2009 22/08

Экспэрт FIHD, Кірыл Карацееў

Kirill Koroteev

Kirill Koroteev, Mission Delegate of the International Federation for Human Rights, has commented on the case of the Human Rights Center Viasna, facing repeated refusals by the state registration bodies, as well as the situation in the field of Belarusian NGOs, in general. Mr.Koroteev attended the consideration of Viasna’s complaint at the Supreme Court on 12-17 August 2009, calling the final verdict a disgrace of Belarusian justice.

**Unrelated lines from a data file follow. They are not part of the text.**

def solve_qp_active_set(
    H: sp.spmatrix, g: np.ndarray, A: sp.spmatrix, l: np.ndarray, u: np.ndarray,
    lb: np.ndarray, ub: np.ndarray, act_r: np.ndarray, act_b: np.ndarray,
) -> QPResult | None:
    """The QP solved from a predicted active set, or ``None``.

    SQP iterates near a solution keep their active set, so the previous
    QP's active set is a good guess: :func:`polish` with the guess solves one
    equality-constrained KKT system (a few when constraints enter or leave)
    instead of an interior-point run (measured on the 1,000-unit site
    benchmark: piqp 0.18 s per QP, this path one or two sparse
    factorisations). The answer is accepted only when it is a KKT point of
    the QP -- primal feasible, multipliers of the right signs -- and ``H``
    is positive definite on the null space of its active constraints, so it
    is a strict local minimiser of the QP (Nocedal & Wright 2006, Thm. 16.4
    with the second-order condition of Thm. 12.6); no shift of ``H`` is
    needed then. ``None`` sends the caller to :func:`solve_qp`.

    Parameters
    ----------
    H, g, A, l, u, lb, ub
        QP data as in the module docstring (``H`` unshifted).
    act_r, act_b : ndarray of int, shapes (m,), (n,)
        Predicted active rows and bounds (-1 lower, +1 upper, 0 inactive).
    """
    A = sp.csr_matrix(A)
    act_b = np.where((act_b < 0) & ~np.isfinite(lb) | (act_b > 0) & ~np.isfinite(ub), 0, act_b)
    act_r = np.where((act_r < 0) & ~np.isfinite(l) | (act_r > 0) & ~np.isfinite(u), 0, act_r)
    pol = polish(H, g, A, l, u, lb, ub, act_r, act_b, need_inertia=True)
    if pol is None:
        return None
    d, y, yx, ar, ab = pol
    if not np.isfinite(d).all():
        return None
    # The solved active set is the prediction for the next QP, not a
    # re-classification of d: a bound that the polish released can sit at
    # its value with a zero multiplier (its direction fixed by the active
    # rows); classified active again, it made the next KKT matrix singular
    # (measured on the 1,000-unit site: 256 such bounds, the direct QP
    # refused in every second iteration).
    obj = float(g @ d + 0.5 * d @ (H @ d))
    return QPResult("solved", d, y, yx, obj, True, ar, ab, info="active set")


def solve_qp(
    H: sp.spmatrix, g: np.ndarray, A: sp.spmatrix, l: np.ndarray, u: np.ndarray,
    lb: np.ndarray, ub: np.ndarray, *, do_polish: bool = True, eps: float = 1e-10,
    max_iter: int = 100,
) -> QPResult:
    """Solve a sparse convex QP (see module docstring) with piqp, then polish.

    Parameters
    ----------
    H : sparse (n, n)
        Symmetric Hessian (full storage), assumed PSD on the feasible set's
        relevant subspace (the caller regularises it).
    g : ndarray, shape (n,)
    A : sparse (m, n)
    l, u : ndarray, shape (m,)
        Row bounds, ``l == u`` for equalities, ``+-inf`` for none.
    lb, ub : ndarray, shape (n,)
        Bounds on ``d`` (finite or infinite).
    do_polish : bool
        Apply the active-set polish.
    eps : float
        piqp absolute/relative tolerance.
    max_iter : int
        piqp iteration limit.

    Returns
    -------
    QPResult
    """
    n, m = H.shape[0], A.shape[0]
    A = sp.csr_matrix(A)
    eq = np.flatnonzero(l == u)
    # free rows (both bounds infinite) carry no constraint; piqp warns on them
    ineq = np.flatnonzero((l != u) & (np.isfinite(l) | np.isfinite(u)))
    solver = piqp.SparseSolver()
    s = solver.settings
    s.verbose = False
    s.eps_abs = eps
    s.eps_rel = eps
    # A first run with a short iteration limit (options.PIQP_FIRST_ITER): on
    # flowsheet QPs piqp's duality gap stalls at a round-off floor after its
    # residuals and mu have converged, and the rest of the limit was spent
    # on a drift of non-unique multipliers.
    s.max_iter = min(max_iter, PIQP_FIRST_ITER)
    # The duality gap is piqp's complementarity measure: without it the
    # interior-point iterate can stop with small residuals but far from the
    # active face. Absolute gap at the QP tolerance, relative at piqp's default.
    s.check_duality_gap = True
    s.eps_duality_gap_abs = max(eps, 1e-8)  # piqp's defaults; the gap is a
    s.eps_duality_gap_rel = 1e-9            # difference of large sums (round-off)
    P = sp.triu(H, format="csc")
    Aeq = sp.csc_matrix(A[eq]) if eq.size else None
    G = sp.csc_matrix(A[ineq]) if ineq.size else None
    solver.setup(
        P, np.asarray(g, float),
        Aeq, l[eq] if eq.size else None,
        G, l[ineq] if ineq.size else None, u[ineq] if ineq.size else None,
        np.asarray(lb, float), np.asarray(ub, float),
    )
    st = solver.solve()
    res = solver.result
    for first_pass in (True, False):
        if st == piqp.PIQP_PRIMAL_INFEASIBLE:
            z = np.zeros(n)
            return QPResult("infeasible", z, np.zeros(m), z.copy(), np.inf, False,
                            np.zeros(m, int), np.zeros(n, int))
        d = np.array(res.x, dtype=float)
        y = np.zeros(m)
        if eq.size:
            y[eq] = np.array(res.y)
        if ineq.size:
            y[ineq] = np.array(res.z_u) - np.array(res.z_l)
        yx = np.array(res.z_bu) - np.array(res.z_bl)
        ok = st == piqp.PIQP_SOLVED and np.isfinite(d).all()
        info = res.info
        if st == piqp.PIQP_MAX_ITER_REACHED and np.isfinite(d).all() and _converged(info):
            # residuals and the mean complementarity product converged; only the
            # gap (primal minus dual objective) stalls at its round-off floor
            ok = True
        Ad = A @ d
        act_r = _classify(Ad, l, u, y)
        act_b = _classify(d, lb, ub, yx)
        polished = False
        if do_polish and np.isfinite(d).all():
            pol = polish(H, g, A, l, u, lb, ub, act_r, act_b)
            if pol is not None:
                d, y, yx, act_r, act_b = pol
                polished = True
                ok = True
        if not (first_pass and st == piqp.PIQP_MAX_ITER_REACHED and max_iter > s.max_iter
                and not _converged(info) and not polished):
            break
        # The short first run neither converged nor stalled at the gap floor,
        # and its active set did not polish into a KKT point of the QP: run
        # again with the caller's limit (piqp restarts from scratch). A
        # polished first run is kept: it is feasible with right-signed
        # multipliers (measured on the 10,000-unit site: every QP was re-run,
        # 186 piqp solves for 93 QPs, 728 s).
        s.max_iter = max_iter
        st = solver.solve()
        res = solver.result
    if ok and not polished:
        # Degenerate vertex (dependent active constraints): the interior-point
        # multipliers are one point of an unbounded-looking affine set and can
        # be huge with cancelling signs, which would poison the next
        # Lagrangian Hessian. Least-squares multipliers on the active set
        # (minimum norm, sign-cleaned) satisfy the same stationarity.
        r0 = g + H @ d
        res_ip = np.max(np.abs(r0 + A.T @ y + yx), initial=0.0)
        y2, yx2 = ls_multipliers(r0, A, Ad, l, u, d, lb, ub, act_r, act_b)
        res_ls = np.max(np.abs(r0 + A.T @ y2 + yx2), initial=0.0)
        if res_ls <= 10.0 * res_ip + 1e-9 * (1.0 + np.max(np.abs(r0), initial=0.0)):
            y, yx = y2, yx2
    if not ok:
        return QPResult("failed", d, y, yx, np.inf, False, act_r, act_b, info=str(st))
    obj = float(g @ d + 0.5 * d @ (H @ d))
    return QPResult("solved", d, y, yx, obj, polished, act_r, act_b, info=str(st))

Mr.Koroteev, upon the completion of the trial in your comments to journalists you called the verdict by the Supreme Court a disgrace of Belarusian justice. What made you arrive at such an emphatic conclusion?
– I did call the decision a disgrace of Belarusian justice, but Belarusian justice itself seems to have already grown accustomed to it.
On the one hand, the progress of the trial showed that the sides had equal rights and possibilities before the court. That is, the claimants could present their point of view and supply it with evidence. So could the Ministry of Justice and the Prosecutor’s Office. The judge did consider the evidence. The sides were able to comment on the appearances, by expressing their opinion on the evidence and arguments.
But! The claimants had to face not one but three state prosecutors. Firstly, the Ministry of Justice proper, whose decision was appealed. Secondly, the General Prosecutor’s Office, whose representative resolved to turn down the claim without even reflecting the progress of the judicial pleadings. I.e. in spite of the fact that she was present at the trial, it was evident that she had nothing to do with it, since she a priori had her own negative opinion concerning the appeal. And, finally, the claimants were opposed by the court. Not the judge in person – I have no claims on him. Still, the Belarusian legislation makes it abundantly clear that the judges – their appointment, decisions while in office and dismissal – depend on the Ministry of Justice. The Ministry rules the judges in Belarus – this is what the Code on the Judiciary and the Status of Judges states. That is why the court lacked one essential aspect – unbiased independence.

How could you comment on the reasons for the judgement?
– The prosecutor in his conclusions and the judge in his findings mentioned two basic claims to the papers submitted by Nasha Viasna, which in their opinion deny registration to the NGO. These are incorrect data on the founders of the organization and the legal inaccuracy in a guarantee letter.
The incorrect data on the founders featured several inaccuracies in their occupation – ‘public company’ instead of ‘public limited company’, ‘head of hobby group’ instead of ‘head of hobby circle’ etc. The prosecutor also claimed that one of the co-founders of Nasha Viasna did not allow a representative of the authorities to inspect the premises. In reality, the owner asked to produce a warrant. Let us assume, these two groups of facts did happen and, under the Law on Public Associations, this is a good reason for the refusal.
However, we should not forget that the current case has nothing to do with the accuracy of the submitted papers, but with the fundamental human rights, right to association in particular. The right can be restricted by a law. But a legal reason is not sufficient for restricting it. Under the Belarusian Constitution and the International Covenant on Civil and Political Rights, ratified by Belarus, restrictions should not only be provided by law, but pursue a lawful aim.
As for the reasons, neither the prosecutor nor the judge mentioned why the decision by the Ministry of Justice met with the provisions of the International Covenant on Civil and Political Rights. And, in particular, why the refusal was an adequate measure towards Nasha Viasna’s founders, considering the flaws mentioned. Neither did they explain why the flaws do not allow the human rights activists to exercise their right to freedom of association. Due to poor reasoning pertaining to the fundamental human rights, the rights guaranteed by the Constitution and the Covenant, the verdict by the Supreme Court is defective.